**Exercise brief**:
In the data that follows, how many lines contain the word "TBody"? Give only that number.

[Opening Data section]

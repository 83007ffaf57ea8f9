import { Table, TBody, Td, Th, THead, Tr } from "@/components/ui";

export type RowErrorItem = { row?: number; column?: string; message: string };

/** Every bad row: its number, the file's column and the reason, in plain words. */
export function RowErrors({ errors, testId = "row-errors" }: { errors: RowErrorItem[]; testId?: string }) {
  return (
    <div className="max-h-[28rem] overflow-y-auto rounded-lg">
      <Table label="Rows with errors" data-testid={testId}>
        <THead className="sticky top-0">
          <Tr>
            <Th numeric>Row</Th>
            <Th>Column</Th>
            <Th>Reason</Th>
          </Tr>
        </THead>
        <TBody>
          {errors.map((e, at) => (
            <Tr key={`${e.row}-${e.column}-${at}`}>
              <Td numeric>{e.row ?? "—"}</Td>
              <Td className="whitespace-nowrap">{e.column || "—"}</Td>
              <Td>{e.message}</Td>
            </Tr>
          ))}
        </TBody>
      </Table>
    </div>
  );
}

[Closing Data section]

**Exercise solution**:
3